Sábado, 18 Maio

«Ave Rara» por Jorge Pereira

Ave Rara conquistou o prémio de melhor curta portuguesa em Vila do Conde

Em 1562, Pieter Bruegel, o Velho, pintou A Queda dos Anjos Rebeldes, trabalho inspirado pelo trabalho de Hieronymus Bosch e que assenta numa passagem do Livro do Apocalipse (12, 2-9) onde se referencia a eterna luta entre o bem e o mal na forma de uma guerra entre arcanjos e anjos caídos em desgraça.

Esse trabalho notável serviu de inspiração a Vasco Saltão para a sua estreia na realização, ele que já conta com vários trabalhos ligados ao cinema em obras de João Salaviza (Rafa; Cerro Negro), Carlos Conceição (Coelho Mau), Pedro Pinho (Fábrica do Nada) e Mariana Gaivão (Solo).

Entre o real e o onírico, o arrojado ou pretensioso, o ambíguo e o convicto (em estilo binário) acompanhamos por aqui a história de um caçador implacável (Gustavo Sumpta) que em mais uma matança generalizada de aves dá de caras com dois anjos, assassinando um deles.

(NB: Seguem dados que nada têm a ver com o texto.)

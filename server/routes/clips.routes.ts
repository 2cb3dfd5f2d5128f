import { pipeline } from 'node:stream/promises';
import { Router, type Request, type Response } from 'express';
import { z } from 'zod';
import { clipListQuerySchema } from '@shared/schemas/clip.schema';
import { HttpError } from '../errors';
import { principalOf } from '../middleware/auth.middleware';
import { createUploadMiddleware, stagedUpload } from '../middleware/upload.middleware';
import { validate } from '../middleware/validate.middleware';
import type { MediaTarget } from '../services/clip.service';
import type { ObjectRange } from '../storage/object-storage';
import type { RouteContext } from './context';

/**
 * The byte range to send: undefined for the whole file, or one satisfiable range.
 * Malformed and multi-range headers are ignored (a full 200 is always a valid answer).
 */
function pickRange(req: Request, size: number): ObjectRange | undefined | 'unsatisfiable' {
  if (!req.headers.range) return undefined;
  const ranges = req.range(size, { combine: true });
  if (ranges === -1) return 'unsatisfiable';
  if (ranges === -2 || ranges === undefined || ranges.type !== 'bytes' || ranges.length !== 1)
    return undefined;
  return { start: ranges[0].start, end: ranges[0].end };
}

async function sendMedia(ctx: RouteContext, req: Request, res: Response, target: MediaTarget): Promise<void> {
  const size = target.sizeBytes;
  res.setHeader('Accept-Ranges', 'bytes');
  const range = pickRange(req, size);
  if (range === 'unsatisfiable') {
    res.setHeader('Content-Range', `bytes */${size}`);
    throw new HttpError(416, 'range_not_satisfiable', `The requested range is outside the ${size}-byte file`);
  }
  res.setHeader('Content-Type', target.contentType);
  res.setHeader('Cache-Control', 'private, max-age=3600');
  // The playable copy has other bytes than the original, so it needs its own validator.
  const copy = target.key === target.clip.storageKey ? '' : '-playable';
  res.setHeader('ETag', `"${target.clip.sha256}${copy}"`);
  if (range) {
    res.status(206);
    res.setHeader('Content-Range', `bytes ${range.start}-${range.end}/${size}`);
    res.setHeader('Content-Length', String(range.end - range.start + 1));
  } else {
    res.status(200);
    res.setHeader('Content-Length', String(size));
  }
  if (req.method === 'HEAD') {
    res.end();
    return;
  }
  const body = await ctx.storage.getStream(target.key, range);
  // pipeline destroys the S3 stream when the player aborts (seeking sends a new range request).
  await pipeline(body, res).catch((error: NodeJS.ErrnoException) => {
    if (error.code !== 'ERR_STREAM_PREMATURE_CLOSE')
      req.log?.warn({ err: error }, 'media stream ended early');
  });
}

export function clipRoutes(ctx: RouteContext): Router {
  const router = Router();
  const { guard } = ctx;
  const upload = createUploadMiddleware({
    tempDir: ctx.config.uploadTempDir,
    maxBytes: ctx.config.maxUploadBytes,
    // Session, athletes, consent: checked from the fields that precede the file, so a refused upload
    // is refused before a byte of the video is written.
    precheck: async (req) => {
      // Only when the fields came first (as the app sends them); otherwise they are checked with the file.
      const fields = req.body as Record<string, unknown> | undefined;
      if (!fields?.sessionId || !fields.athleteIds || !fields.view) return;
      await ctx.clips.precheck(principalOf(req), fields);
    },
  });

  router.get(
    '/api/clips',
    guard.authenticate,
    guard.authorize('clip:read'),
    validate({ query: clipListQuerySchema }),
    async (req, res) => {
      res.json(
        await ctx.clips.list(principalOf(req), req.query as { athleteId?: string; sessionId?: string }),
      );
    },
  );

  // The role check runs before multer, so a refused caller never streams a byte to disk.
  router.post('/api/clips', guard.authenticate, guard.authorize('clip:upload'), upload, async (req, res) => {
    res.status(201).json(await ctx.clips.upload(principalOf(req), req.body, stagedUpload(req)));
  });

  router.get('/api/clips/:id', guard.authenticate, guard.authorize('clip:read'), async (req, res) => {
    res.json(await ctx.clips.get(principalOf(req), req.params.id as string));
  });

  router.delete(
    '/api/clips/:id',
    guard.authenticate,
    guard.authorize('clip:erase'),
    validate({ params: z.object({ id: z.string().uuid('Not a clip id') }) }),
    async (req, res) => {
      await ctx.erasure.eraseClip(principalOf(req), req.params.id as string);
      res.status(204).end();
    },
  );

  router.get(
    '/api/clips/:id/media',
    guard.authenticateMedia,
    guard.authorize('clip:read'),
    async (req, res) => {
      // The playable copy unless ?variant=original asks for the file as uploaded.
      const variant = req.query.variant === 'original' ? 'original' : 'playable';
      const target = await ctx.clips.mediaTarget(principalOf(req), req.params.id as string, variant);
      await sendMedia(ctx, req, res, target);
    },
  );

  return router;
}
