import { useForm } from 'react-hook-form';
import { zodResolver } from '@hookform/resolvers/zod';
import { acceptInvitationSchema, type AcceptInvitationInput } from '@shared/schemas/auth.schema';
import { Button } from '@/components/ui/button';
import { FormError, TextField } from '@/components/ui/field';
import { errorMessage } from '@/lib/api-client';
import { fieldIssues, placeFieldIssues } from '@/lib/form-errors';
import { useAcceptInvitation } from '../api/accept-invitation';
import { NEW_PASSWORD_HINT } from './password-hint';

interface AcceptInvitationFormProps {
  token: string;
  email: string;
  /** Called just before sending, so the page knows the sign-in that follows is this one. */
  onSubmitting: (pending: boolean) => void;
}

export function AcceptInvitationForm({ token, email, onSubmitting }: AcceptInvitationFormProps) {
  const accept = useAcceptInvitation();
  const {
    register,
    handleSubmit,
    setError,
    formState: { errors },
  } = useForm<AcceptInvitationInput>({
    resolver: zodResolver(acceptInvitationSchema),
    defaultValues: { token, name: '', password: '' },
  });

  return (
    <form
      noValidate
      className="space-y-4"
      onSubmit={handleSubmit((values) => {
        onSubmitting(true);
        accept.mutate(values, {
          onError: (error) => {
            onSubmitting(false);
            // The server's reason (a password too easy to guess) goes beside the field it is about.
            placeFieldIssues(error, ['password', 'name'] as const, setError);
          },
        });
      })}
    >
      <TextField label="Email" value={email} readOnly disabled />
      <TextField label="Your name" autoComplete="name" error={errors.name?.message} {...register('name')} />
      <TextField
        label="Choose a password"
        type="password"
        autoComplete="new-password"
        hint={NEW_PASSWORD_HINT}
        error={errors.password?.message}
        {...register('password')}
      />
      <FormError
        message={accept.isError && fieldIssues(accept.error).length === 0 ? errorMessage(accept.error) : null}
      />
      <Button type="submit" className="w-full" busy={accept.isPending}>
        Join the club
      </Button>
    </form>
  );
}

A partir daqui o tom enigmático implanta-se numa aldeia alentejana transportada para uma atmosfera medieval lôbrego onde não faltam cúrias oscuros, fiéis submissos e todos preparados para mais uma confrontação do bem e do mal. E é esse imposto mistério contínuo – que a certo ponto se transforma em desconfiança e soa a indecisão – que inflaciona um trabalho de escassos diálogos que conquistou tantos fãs em Vila do Conde como detratores.

Mas ao menos valha-nos isso, a ambição de fazer algo com muito poucas probabilidades de gerar consensos.